# Bullet For My Valentine - Fever



## Dark Blade (Mar 29, 2010)

Well for a Bullet For My Valentine fan like me this new album is a VERY big deal.

As far as I know the track list is:

1. “Your Betrayal” 
2. “Fever”
3. “The Last Fight” 
4. “A Place Where You Belong”
5. “Pleasure and Pain”
6. “Alone”
7. “Breaking Out Breaking Down”
8. “Bittersweet Memories”
9. “Dignity”
10. “Begging For Mercy” 
11. “Pretty On The Outside”

My personal favorites are "Your Betrayal" and "Begging for mercy"
What about you?


----------



## LMNt80 (Mar 29, 2010)

Until now my favourite is 'Your Betrayal'. I listened to the track samples on iTunes, and there might be some other songs as good as 'Your Betrayal' on the album. 
	

	
	
		
		

		
			




Anyway, I'm totally excited! 
	

	
	
		
		

		
		
	


	




 I think I'll preorder it on iTunes because then you get the acoustic version of 'The Last Fight' as a bonus track.

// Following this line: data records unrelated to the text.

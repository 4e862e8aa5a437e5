"""Measures that the sweep verdict is built from. Pure numpy; each cites its source.

- :func:`hysteresis_indices`: forward/reverse disagreement of a sweep pair.
- :func:`temporal_instability`: (G_max - G_min)/(G_max + G_min), IEC 60904-9 form.
- :func:`durbin_watson`: Durbin & Watson, Biometrika 37 (1950) 409; 38 (1951) 159.
- :func:`runs_test`: Wald & Wolfowitz, Ann. Math. Stat. 11 (1940) 147 (normal approximation).
- :func:`shunt_from_slope`: -1/slope of I(V) near short circuit.
"""
from __future__ import annotations

from dataclasses import dataclass

import numpy as np

__all__ = [
    "HysteresisIndices",
    "INSTABILITY_CLASS_LIMITS",
    "hysteresis_indices",
    "temporal_instability",
    "durbin_watson",
    "runs_test",
    "shunt_from_slope",
    "data_figures",
]

# IEC 60904-9 long-term temporal instability limits (instability over the acquisition of a
# whole I-V curve), as fractions. Values from memory (table [M]):
# A/B/C corroborated by simulator manufacturers' pages; A+ from memory only.
INSTABILITY_CLASS_LIMITS = {
    "A+": (0.01, "IEC 60904-9 Ed.3 class A+ long-term instability <= 1 % (from memory, unconfirmed)"),
    "A": (0.02, "IEC 60904-9 class A long-term instability <= 2 % (from memory, "
                "corroborated by manufacturers' pages)"),
    "B": (0.05, "IEC 60904-9 class B long-term instability <= 5 % (from memory, "
                "corroborated by manufacturers' pages)"),
    "C": (0.10, "IEC 60904-9 class C long-term instability <= 10 % (from memory, "
                "corroborated by manufacturers' pages)"),
}


def data_figures(voltage_v, current_a):
    """Figures of measured points: ``tracer.fit.figures_from_data`` when the curve crosses
    both axes, else the extrapolating ASTM E1036 reading of ``tracer.stc.curve_figures``.
    Returns an object with ``isc_a, voc_v, imp_a, vmp_v, pmax_w, ff``; raises ValueError."""
    from tracer.fit.data_figures import figures_from_data
    from tracer.stc.curve_figures import curve_figures

    try:
        return figures_from_data(voltage_v, current_a)
    except ValueError:
        return curve_figures(voltage_v, current_a)


@dataclass(frozen=True)
class HysteresisIndices:
    """Indices of a forward (Isc->Voc, toward +V) / reverse (Voc->Isc) pair; RS - FS over RS.

    ``pmax``: (Pmax_RS - Pmax_FS)/Pmax_RS (the "HI_PCE" form; Habisreutinger, Noel & Snaith,
    ACS Energy Lett. 3 (2018) 2472 — formula from memory).
    ``area``: (∫I_RS dV - ∫I_FS dV)/∫I_RS dV over 0...Voc_RS (formula from memory, ibid.).
    Positive: reverse scan better ("normal" hysteresis); negative: inverted.
    """

    pmax: float
    area: float
    pmax_forward_w: float
    pmax_reverse_w: float

    def to_dict(self) -> dict:
        return {k: float(v) for k, v in self.__dict__.items()}


def hysteresis_indices(forward_v, forward_i, reverse_v, reverse_i) -> HysteresisIndices:
    """Hysteresis indices of a sweep pair (generator convention). Raises ValueError."""
    f = data_figures(forward_v, forward_i)
    r = data_figures(reverse_v, reverse_i)
    if not r.pmax_w > 0.0:
        raise ValueError("reverse sweep delivers no power")
    hi_p = (r.pmax_w - f.pmax_w) / r.pmax_w
    grid = np.linspace(0.0, r.voc_v, 256)

    def area(v, i):
        v = np.asarray(v, float)
        i = np.asarray(i, float)
        order = np.argsort(v, kind="stable")
        return float(np.trapezoid(np.interp(grid, v[order], i[order]), grid))

    a_r = area(reverse_v, reverse_i)
    a_f = area(forward_v, forward_i)
    hi_a = (a_r - a_f) / a_r if a_r != 0.0 else float("nan")
    return HysteresisIndices(pmax=float(hi_p), area=float(hi_a),
                             pmax_forward_w=float(f.pmax_w), pmax_reverse_w=float(r.pmax_w))


def temporal_instability(irradiance_w_m2) -> float:
    """(G_max - G_min)/(G_max + G_min) of the readings, as a fraction (IEC 60904-9 form,
    IEC terms database; from memory). Raises ValueError."""
    g = np.asarray(irradiance_w_m2, dtype=float).ravel()
    g = g[np.isfinite(g)]
    if g.size < 2:
        raise ValueError("instability needs at least two irradiance readings")
    hi, lo = float(g.max()), float(g.min())
    if hi + lo <= 0.0:
        raise ValueError("irradiance readings are not positive")
    return (hi - lo) / (hi + lo)


def durbin_watson(residuals) -> float:
    """Durbin-Watson statistic sum((e_t - e_{t-1})^2)/sum(e_t^2) of ordered residuals.

    About 2 for independent residuals, towards 0 for positively correlated ones.
    """
    e = np.asarray(residuals, dtype=float).ravel()
    e = e[np.isfinite(e)]
    if e.size < 3:
        raise ValueError("Durbin-Watson needs at least 3 residuals")
    denom = float(e @ e)
    if denom == 0.0:
        return float("nan")
    d = np.diff(e)
    return float(d @ d) / denom


def runs_test(residuals) -> tuple[int, float]:
    """Wald-Wolfowitz runs test on the signs of ordered residuals: (runs, z).

    ``z = (R - mu)/sigma`` with ``mu = 2*n+*n-/n + 1`` and
    ``sigma^2 = (mu - 1)*(mu - 2)/(n - 1)``; strongly negative z = too few runs = structure.
    Zero residuals are dropped. Raises ValueError with fewer than 2 of either sign.
    """
    e = np.asarray(residuals, dtype=float).ravel()
    e = e[np.isfinite(e) & (e != 0.0)]
    signs = e > 0.0
    n_pos = int(signs.sum())
    n_neg = int(signs.size - n_pos)
    if n_pos < 2 or n_neg < 2:
        raise ValueError("runs test needs at least two residuals of each sign")
    n = n_pos + n_neg
    runs = int(1 + np.count_nonzero(signs[1:] != signs[:-1]))
    mu = 2.0 * n_pos * n_neg / n + 1.0
    var = (mu - 1.0) * (mu - 2.0) / (n - 1.0)
    z = (runs - mu) / np.sqrt(var) if var > 0.0 else 0.0
    return runs, float(z)


def shunt_from_slope(voltage_v, current_a, voc_v: float, window_of_voc: float = 0.2) -> float:
    """Shunt resistance [ohm] = -1/slope of a line I(V) through the points with
    0 <= V <= window*Voc (the near-short-circuit slope; Rs neglected there: common practice).
    ``inf`` for a flat or rising slope. Raises ValueError with fewer than 3 points."""
    v = np.asarray(voltage_v, dtype=float).ravel()
    i = np.asarray(current_a, dtype=float).ravel()
    sel = (v >= 0.0) & (v <= window_of_voc * voc_v) & np.isfinite(v) & np.isfinite(i)
    if np.count_nonzero(sel) < 3 or np.ptp(v[sel]) == 0.0:
        raise ValueError("too few points near short circuit for a shunt slope")
    slope = float(np.polyfit(v[sel], i[sel], 1)[0])
    return float("inf") if slope >= 0.0 else -1.0 / slope
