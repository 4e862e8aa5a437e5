"""Keep-or-re-measure verdict of a sweep, with every reason. Pure numpy/scipy, no I/O.

:func:`assess_sweep` takes a :class:`SweepEvidence` and :class:`QualityThresholds` and
returns a :class:`QualityVerdict` (``verdict``, ``reasons``, ``checks``, ``skipped``,
``to_dict()``). The measures it uses are in :mod:`tracer.quality.checks`.
"""
from tracer.quality.checks import (
    INSTABILITY_CLASS_LIMITS,
    HysteresisIndices,
    durbin_watson,
    hysteresis_indices,
    runs_test,
    shunt_from_slope,
    temporal_instability,
)
from tracer.quality.verdict import (
    KEEP,
    REMEASURE,
    CheckOutcome,
    QualityThresholds,
    QualityVerdict,
    Reason,
    SweepEvidence,
    assess_sweep,
)

__all__ = [
    "INSTABILITY_CLASS_LIMITS", "KEEP", "REMEASURE", "CheckOutcome", "HysteresisIndices",
    "QualityThresholds", "QualityVerdict", "Reason", "SweepEvidence", "assess_sweep",
    "durbin_watson", "hysteresis_indices", "runs_test", "shunt_from_slope",
    "temporal_instability",
]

And I think they're gonna release some kind of deluxe version in one year or so because they did it with 'Scream, Aim, Fire' and they still have around ten songs for the new album that won't be on the album.


----------



## Klightx15 (Apr 12, 2010)

man im disappointed with the tracks so far. this new album is gonna SUCK!


----------



## Dark Blade (Apr 13, 2010)

Klightx15 said:
			
		

> man im disappointed with the tracks so far. this new album is gonna SUCK!


Really? I quite liked Begging For Mercy. 
Besides there are so many more songs in it too.


----------